Half hoping that she’d encounter Andy Cree, she drifted to where it was darkest, the rocks and the occasional scoops of sandy beach between the parkland and the mangroves. She picked her way left, toward the refinery, and then right, toward the next town, Penzance Beach, but not intending to walk anywhere near as far as that. Here and there she found lovers embracing, solitary dreamers, small huddles of murmuring schoolies, and all around her there was the suck and surge of the black water, the scrape of fabric against skin and soft moans, sighs and caught breaths. None of it was her business.

Then she clambered over a breakwater, attracted by sounds of distress. In the shredded moonlight she saw the oily mud and spindly lines of a mangrove pocket, and a kid floundering there, sunk to his shins. She saw him retch violently, waver upright, wipe his chin, pitch over at the waist again. He was almost naked, wearing only red scraps over his groin, as though his underpants had become skewed as he struggled against the mud and his impulse to retch.

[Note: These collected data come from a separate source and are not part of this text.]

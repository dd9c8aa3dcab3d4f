// Builds packages/lab in three steps, each skipped when its inputs did not change (content hashes in
// page-dist/.build-stamps.json), so `npx multiplet lab` and the browser tests build once:
//   0. templates: the cells package's kind schemas -> src/generated/kindTemplates.json (scripts/templates.mjs)
//   1. tsc: src/ -> lib/ (the extension as JavaScript, what @jupyterlab/builder reads)
//   2. @jupyterlab/builder: lib/, schema/, style/ -> labextension/ (the prebuilt federated extension users install)
//   3. esbuild: page/ -> page-dist/multiplet/ (the standalone page) + a copy of labextension/ it loads at run time
import { createHash } from 'node:crypto';
import { execFileSync } from 'node:child_process';
import { cpSync, existsSync, mkdirSync, readdirSync, readFileSync, rmSync, statSync, writeFileSync, copyFileSync } from 'node:fs';
import { dirname, join, relative, resolve } from 'node:path';
import { fileURLToPath } from 'node:url';
import * as esbuild from 'esbuild';
import { writeTemplates } from './templates.mjs';

const lab = resolve(dirname(fileURLToPath(import.meta.url)), '..');
const root = resolve(lab, '../..');
const pageOut = join(lab, 'page-dist/multiplet');
const stampFile = join(lab, 'page-dist/.build-stamps.json');
const force = process.argv.includes('--force');
const quiet = process.argv.includes('--quiet');
const log = (text) => quiet || console.log(`lab build: ${text}`);

function files(dir, found = []) {
  if (!existsSync(dir)) return found;
  for (const entry of readdirSync(dir).sort()) {
    const path = join(dir, entry);
    if (statSync(path).isDirectory()) files(path, found);
    else found.push(path);
  }
  return found;
}

function hashOf(paths) {
  const hash = createHash('sha256');
  for (const path of paths.flatMap((p) => (existsSync(p) && statSync(p).isDirectory() ? files(p) : [p]))) {
    hash.update(relative(lab, path));
    if (existsSync(path)) hash.update(readFileSync(path));
  }
  return hash.digest('hex');
}

const stamps = existsSync(stampFile) ? JSON.parse(readFileSync(stampFile, 'utf8')) : {};
async function step(name, inputs, outputs, run) {
  const hash = hashOf(inputs);
  if (!force && stamps[name] === hash && outputs.every((o) => existsSync(o))) {
    log(`${name}: up to date`);
    return;
  }
  const started = Date.now();
  await run();
  stamps[name] = hash;
  mkdirSync(dirname(stampFile), { recursive: true });
  writeFileSync(stampFile, JSON.stringify(stamps, null, 2));
  log(`${name}: built in ${((Date.now() - started) / 1000).toFixed(1)} s`);
}

const node = process.execPath;

/** Run a build tool; its output is shown only when it fails (the builder prints pages of license warnings). */
function run(args) {
  try {
    execFileSync(node, args, { cwd: lab, stdio: ['ignore', 'pipe', 'pipe'], maxBuffer: 64 * 1024 * 1024 });
  } catch (error) {
    process.stderr.write(String(error.stdout ?? '') + String(error.stderr ?? ''));
    throw new Error(`lab build: ${args.slice(0, 2).join(' ')} failed`);
  }
}
const bin = (pkg, path) => join(root, 'node_modules', pkg, path);

await step('templates', [join(root, 'packages/cells/src'), join(lab, 'scripts/templates.mjs')], [join(lab, 'src/generated/kindTemplates.json')], writeTemplates);

await step('tsc', [join(lab, 'src'), join(lab, 'tsconfig.json')], [join(lab, 'lib/index.js')], () => {
  run([bin('typescript', 'bin/tsc'), '-p', join(lab, 'tsconfig.json')]);
});

await step(
  'labextension',
  [join(lab, 'lib'), join(lab, 'schema'), join(lab, 'style'), join(lab, 'core-meta'), join(lab, 'package.json')],
  [join(lab, 'labextension/package.json')],
  () => {
    run([bin('@jupyterlab/builder', 'lib/build-labextension.js'), '--core-path', join(lab, 'core-meta'), lab]);
  },
);

/** The versions of the shared singletons this page provides, checked against core-meta/package.json. */
function sharedVersions() {
  const core = JSON.parse(readFileSync(join(lab, 'core-meta/package.json'), 'utf8'));
  const federation = readFileSync(join(lab, 'page/federation.ts'), 'utf8');
  const provided = [...federation.matchAll(/^\s+'(@[\w-]+\/[\w-]+)': \w+,$/gm)].map((m) => m[1]).sort();
  const expected = Object.keys(core.dependencies).sort();
  if (JSON.stringify(provided) !== JSON.stringify(expected)) {
    throw new Error(`page/federation.ts provides [${provided}] but core-meta/package.json lists [${expected}]`);
  }
  return Object.fromEntries(expected.map((name) => [name, JSON.parse(readFileSync(join(root, 'node_modules', name, 'package.json'), 'utf8')).version]));
}

/** JupyterLab CSS imports packages as `~@scope/pkg/...`; SVG in CSS becomes a data URL, SVG in JS a string. */
const jupyterAssets = {
  name: 'jupyter-assets',
  setup(build) {
    build.onResolve({ filter: /^~/ }, (args) => build.resolve(args.path.slice(1), { resolveDir: args.resolveDir, kind: args.kind }));
    build.onResolve({ filter: /\.svg$/ }, async (args) => {
      if (args.kind !== 'url-token' || args.pluginData === 'svg') return undefined;
      const target = args.path.startsWith('~') ? args.path.slice(1) : args.path;
      const resolved = await build.resolve(target, { resolveDir: args.resolveDir, kind: args.kind, pluginData: 'svg' });
      return { path: resolved.path, namespace: 'svg-url' };
    });
    build.onLoad({ filter: /.*/, namespace: 'svg-url' }, (args) => ({ contents: readFileSync(args.path), loader: 'dataurl' }));
  },
};

await step(
  'page',
  [join(lab, 'page'), join(lab, 'labextension'), join(lab, 'core-meta'), join(lab, 'scripts/build.mjs')],
  [join(pageOut, 'page.js'), join(pageOut, 'index.html')],
  async () => {
    rmSync(pageOut, { recursive: true, force: true });
    mkdirSync(pageOut, { recursive: true });
    const common = {
      bundle: true,
      minify: true,
      sourcemap: false,
      logLevel: 'warning',
      outdir: pageOut,
      plugins: [jupyterAssets],
      loader: { '.svg': 'text', '.woff': 'file', '.woff2': 'file', '.ttf': 'file', '.eot': 'file', '.png': 'file', '.gif': 'file' },
      assetNames: 'assets/[name]-[hash]',
    };
    await esbuild.build({
      ...common,
      entryPoints: { page: join(lab, 'page/main.ts') },
      format: 'esm',
      splitting: true,
      chunkNames: 'chunks/[name]-[hash]',
      target: 'es2022',
      platform: 'browser',
      define: {
        'process.env.NODE_ENV': '"production"',
        global: 'globalThis',
        MULTIPLET_SHARED_VERSIONS: JSON.stringify(sharedVersions()),
      },
      banner: { js: "var process = globalThis.process || { env: { NODE_ENV: 'production' }, cwd: () => '/', platform: 'browser' };" },
    });
    await esbuild.build({
      ...common,
      entryPoints: {
        page: join(lab, 'page/page.css'),
        'theme-light': join(lab, 'page/theme-light.css'),
        'theme-dark': join(lab, 'page/theme-dark.css'),
      },
    });
    copyFileSync(join(lab, 'page/index.html'), join(pageOut, 'index.html'));
    cpSync(join(lab, 'labextension'), join(pageOut, 'labextension'), { recursive: true });
  },
);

Pam climbed down the slick rocks and reached the spongy mud. The moon above her was no longer red but a high, misty white orb that slipped in and out of scrappy clouds. Tricky light, but Pam saw, as she got closer, that the boy was naked. It wasn’t cotton fabric on and around his groin but something like paint or lipstick, applied in thick, bold stripes.

‘The bitch poisoned me,’ Josh Brownlee said wretchedly.